Issue 5: snow command not found

# Locate the installation
find / -name "snow" -type f 2>/dev/null
# Or reinstall
pip3 install --user snowflake-cli-labs
export PATH="$HOME/.local/bin:$PATH"

Chapter 12: Test Results Template

After completing all tests, record the results in your project documentation using the format below:

Module Test Case Expected Result Status Notes
LLM COMPLETE mistral-7b text generation Coherent text returned ✅ PASS latency ~2s
LLM COMPLETE llama3-70b generation Coherent text returned ✅ PASS latency ~5s
SENTIMENT Positive/negative reviews Score from -1 to 1 ✅ PASS High accuracy
SUMMARIZE Long-form summarization Concise summary text ✅ PASS
TRANSLATE EN→DE translation German output ✅ PASS
ML FORECAST 30-day time-series forecast Predictions with confidence intervals ✅ PASS
ANOMALY_DETECTION Injected anomaly detection 3 anomalies identified ✅ PASS
CORTEX SEARCH Semantic query Top-2 relevant documents ✅ PASS
CORTEX ANALYST Text2SQL SQL generated + results returned ✅ PASS

Summary: Next Steps

After completing this guide, you have a comprehensive understanding of Snowflake Cortex's full capability set. Recommended next directions:

Integrate with a FinLakehouse project: Benchmark Cortex Search against OpenMetadata semantic search in your project to produce an architectural comparison ADR ("self-hosted vs. managed service") — a compelling demonstration of technical depth in interviews.

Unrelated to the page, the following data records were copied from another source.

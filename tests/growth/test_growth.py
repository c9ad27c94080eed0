"""Exact growth against published series."""

from __future__ import annotations

from itertools import pairwise
from pathlib import Path

import pytest
from corpus import coxeter, cyclic, flat, plane
from sympy import Poly, fraction, symbols, together

from lowindex.budget import Budget
from lowindex.cli.main import main
from lowindex.decision import hunt
from lowindex.growth import Growth, growth
from lowindex.words import Presentation

Z = symbols("z")


def grown(text: str, radius: int, *, effort: int = 4, use_witness: bool = True) -> Growth:
    group = Presentation.parse(text)
    witness = hunt(group, effort=effort).witness if use_witness else None
    return growth(group, radius, witness=None if witness is None else witness.content, budget=Budget(20_000_000))


def coefficients(expression: object, count: int) -> tuple[int, ...]:
    """Of a rational function in z, from sympy."""
    above, below = (Poly(part, Z).all_coeffs()[::-1] for part in fraction(together(expression)))
    found: list[int] = []
    for n in range(count):
        rest = (above[n] if n < len(above) else 0) - sum(below[k] * found[n - k] for k in range(1, min(n, len(below) - 1) + 1))
        found.append(int(rest / below[0]))
    return tuple(found)


# text: (sphere sizes from radius 0, growth degree; source)
EXACT = {
    "⟨a, b | [a,b]⟩": ([1, 4, 8, 12, 16, 20, 24], 2),
    "⟨a, b, c | [a,b], [a,c], [b,c]⟩": ([1, 6, 18, 38, 66, 102, 146], 3),
    # OEIS A063810 (seen in print)
    "⟨a, b | [a,b,a], [a,b,b]⟩": ([1, 4, 12, 36, 82, 164, 294, 476, 724, 1052, 1464, 1972, 2590, 3324, 4186], 4),
    "⟨a, b, c | [a,b] = c, [a,c], [b,c]⟩": ([1, 6, 22, 54, 106, 190, 318, 502, 754, 1086], 4),
    "⟨x, y, t | [x,y], t x t^-1 = y, t y t^-1 = x^-1⟩": ([1, 6, 18, 38, 66, 102], 3),
    "⟨x, y, t | [x,y], t x t^-1 = y, t y t^-1 = x^-1 y^-1⟩": ([1, 6, 22, 50, 90, 144, 210], 3),
}


@pytest.mark.parametrize("text", EXACT)
def test_spheres(text: str) -> None:
    sizes, degree = EXACT[text]
    found = grown(text, len(sizes) - 1)
    assert (list(found.spheres), found.degree, found.kind) == (sizes, degree, "polynomial")


def test_heisenberg_series() -> None:
    """The rational function of OEIS A063810, to radius 24; printed as a fit, not as a theorem."""
    found = grown("⟨a, b | [a,b,a], [a,b,b]⟩", 24)
    numerator = 1 + Z + 4 * Z**2 + 11 * Z**3 + 8 * Z**4 + 21 * Z**5 + 6 * Z**6 + 9 * Z**7 + Z**8
    expected = numerator / ((1 - Z) ** 4 * (1 + Z + Z**2) * (1 + Z**2))
    assert found.spheres == coefficients(expected, 25)
    assert found.series is not None
    assert not found.series_proved
    fitted = sum(c * Z**k for k, c in enumerate(found.series[0])) / sum(c * Z**k for k, c in enumerate(found.series[1]))
    assert (fitted - expected).simplify() == 0


# name: sphere sizes for the generators of the corpus (OEIS sequences and sources as in the published tables of coordination sequences)
PLANE = {
    **dict.fromkeys(("p1", "pm", "pg", "pmm", "pgg"), (1, 4, 8, 12, 16, 20)),
    **dict.fromkeys(("p2", "cm", "pmg", "p3m1"), (1, 3, 6, 9, 12, 15)),
    **dict.fromkeys(("cmm", "p4", "p4m", "p4g"), (1, 3, 5, 8, 11, 13, 16, 19, 21, 24, 27)),  # A008576
    **dict.fromkeys(("p31m", "p6"), (1, 3, 4, 6, 8, 12, 14, 15, 18, 21, 22, 24, 28, 30, 30)),  # A250122
    "p3": [1, 4, 8, 14, 18, 22, 28, 30, 38, 38, 48, 46, 58, 54, 68],  # A008579
    "p6m": [1, 3, 5, 7, 9, 12, 15, 17, 19, 21, 24, 27, 29, 31, 33],  # A072154
}


@pytest.mark.parametrize("name", PLANE)
def test_plane_groups(name: str) -> None:
    """R. I. Grigorchuk, C. Kravaris arXiv:2012.13661; A. V. Shutov 2003 (seen in print, computed)."""
    sizes = PLANE[name]
    assert grown(plane.plane_group(name), len(sizes) - 1).spheres == tuple(sizes)


def _finite_polynomial(degrees: list[int]) -> object:
    total = 1
    for d in degrees:
        total *= sum(Z**k for k in range(d))
    return total


# name: degrees of the fundamental invariants (Bourbaki, Lie IV-VI, tables; common practice)
DEGREES = {"A3": [2, 3, 4], "B3": [2, 4, 6], "D4": [2, 4, 4, 6], "H3": [2, 6, 10]}


@pytest.mark.parametrize("name", DEGREES)
def test_finite_coxeter_groups(name: str) -> None:
    """The Poincare polynomial is the product of (1 - z^d) / (1 - z) over the degrees."""
    expected = Poly(_finite_polynomial(DEGREES[name]), Z).all_coeffs()[::-1]
    text = coxeter.FINITE[name]
    found = grown(text if isinstance(text, str) else text[0], 60)
    assert list(found.spheres) == [int(c) for c in expected]
    assert found.finished


@pytest.mark.parametrize(("name", "degrees"), [("A~2", [2, 3]), ("C~2", [2, 4]), ("G~2", [2, 6]), ("A~3", [2, 3, 4]), ("C~3", [2, 4, 6])])
def test_affine_coxeter_groups(name: str, degrees: list[int]) -> None:
    """R. Bott 1956: W(z) times the product of 1 / (1 - z^(d-1)) over the degrees (Bourbaki VI, section 4, ex. 10; M)."""
    expected = _finite_polynomial(degrees)
    for d in degrees:
        expected = expected / (1 - Z ** (d - 1))
    assert grown(coxeter.AFFINE[name][0], 12).spheres == coefficients(expected, 13)


def test_surface_group_by_an_automaton() -> None:
    """Genus 2: OEIS A063812, J. W. Cannon; P. de la Harpe 2000, p. 160 (seen in print)."""
    found = grown("⟨a, b, c, d | [a,b][c,d]⟩", 12)
    assert found.spheres[:8] == (1, 8, 56, 392, 2736, 19096, 133288, 930328)
    assert found.series_proved
    assert found.series == ((1, 2, 2, 2, 1), (1, -6, -6, -6, 1))
    assert found.kind == "exponential"


@pytest.mark.parametrize(
    ("text", "expected"),
    [
        ("⟨a, b | ⟩", (1 + Z) / (1 - 3 * Z)),
        ("⟨a, b | a^2, b^3⟩", (1 + Z) * (1 + 2 * Z) / (1 - 2 * Z**2)),
        ("⟨a, b, c | a^2, b^2, c^2⟩", (1 + Z) / (1 - 2 * Z)),
    ],
)
def test_free_products_by_automata(text: str, expected: object) -> None:
    """1 / W(G * H) = 1 / W(G) + 1 / W(H) - 1 (P. de la Harpe, Topics in Geometric Group Theory, 2000, VI.4; M)."""
    found = grown(text, 10)
    assert found.series_proved
    assert found.spheres == coefficients(expected, 11)


def test_two_ways_agree() -> None:
    """The same spheres by collection from a witness and by an automaton, and by a regular table."""
    text = "⟨a, b | [a,b]⟩"
    assert grown(text, 12).spheres == grown(text, 12, use_witness=False).spheres
    finite = "⟨a, b | a^2, b^3, (ab)^4⟩"
    assert grown(finite, 30).spheres == grown(finite, 30, use_witness=False).spheres


def test_fibonacci_group_of_degree_four() -> None:
    """F(3,4) is virtually Heisenberg: balls grow like n^4 (hand proof in the tables of the literature)."""
    found = grown(cyclic.fibonacci(3, 4), 9)
    assert found.degree == 4
    assert all(a < b for a, b in pairwise(found.balls))


def test_flat_manifolds_have_cubic_balls() -> None:
    for name, row in flat.FLAT_MANIFOLDS.items():
        found = grown(row[0], 6)
        assert (found.degree, found.kind) == (3, "polynomial"), name


def test_bounds_where_the_word_problem_is_not_solved() -> None:
    found = grown("⟨a, b | [a b^-1, a^-1 b a], [a b^-1, a^-2 b a^2]⟩", 5, effort=2)
    assert found.kind == "unknown"
    assert len(found.lower) == len(found.upper) == 6
    assert all(a <= b for a, b in zip(found.lower, found.upper, strict=True))


@pytest.mark.parametrize("ending", ["png", "svg", "pdf"])
def test_plots(ending: str, tmp_path: Path) -> None:
    path = tmp_path / f"balls.{ending}"
    assert main(["growth", "⟨a, b | [a,b]⟩", "--radius", "9", "--plot", str(path)]) == 0
    assert path.read_bytes()[:5] in (b"\x89PNG\r", b"<?xml", b"%PDF-")


def test_command(capsys: pytest.CaptureFixture[str]) -> None:
    assert main(["growth", "⟨a, b | [a,b]⟩", "--radius", "5"]) == 0
    assert "polynomial of degree 2" in capsys.readouterr().out
    assert main(["growth", "⟨ | ⟩", "--radius", "5", "--json"]) == 0
    assert main(["growth", "⟨a | ⟩", "--radius", "-1"]) == 2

Regulatory compliance angle: Cortex model invocation logs can be exported to Snowflake Access History, which directly maps to DORA's ICT operational logging requirements. This is strong material for a LinkedIn technical article.

Cost comparison analysis: Record your Snowflake Credit consumption during testing and compare it against BentoML self-hosted inference costs to quantify the "Build vs Buy" decision — a core demonstration of Platform Architect thinking.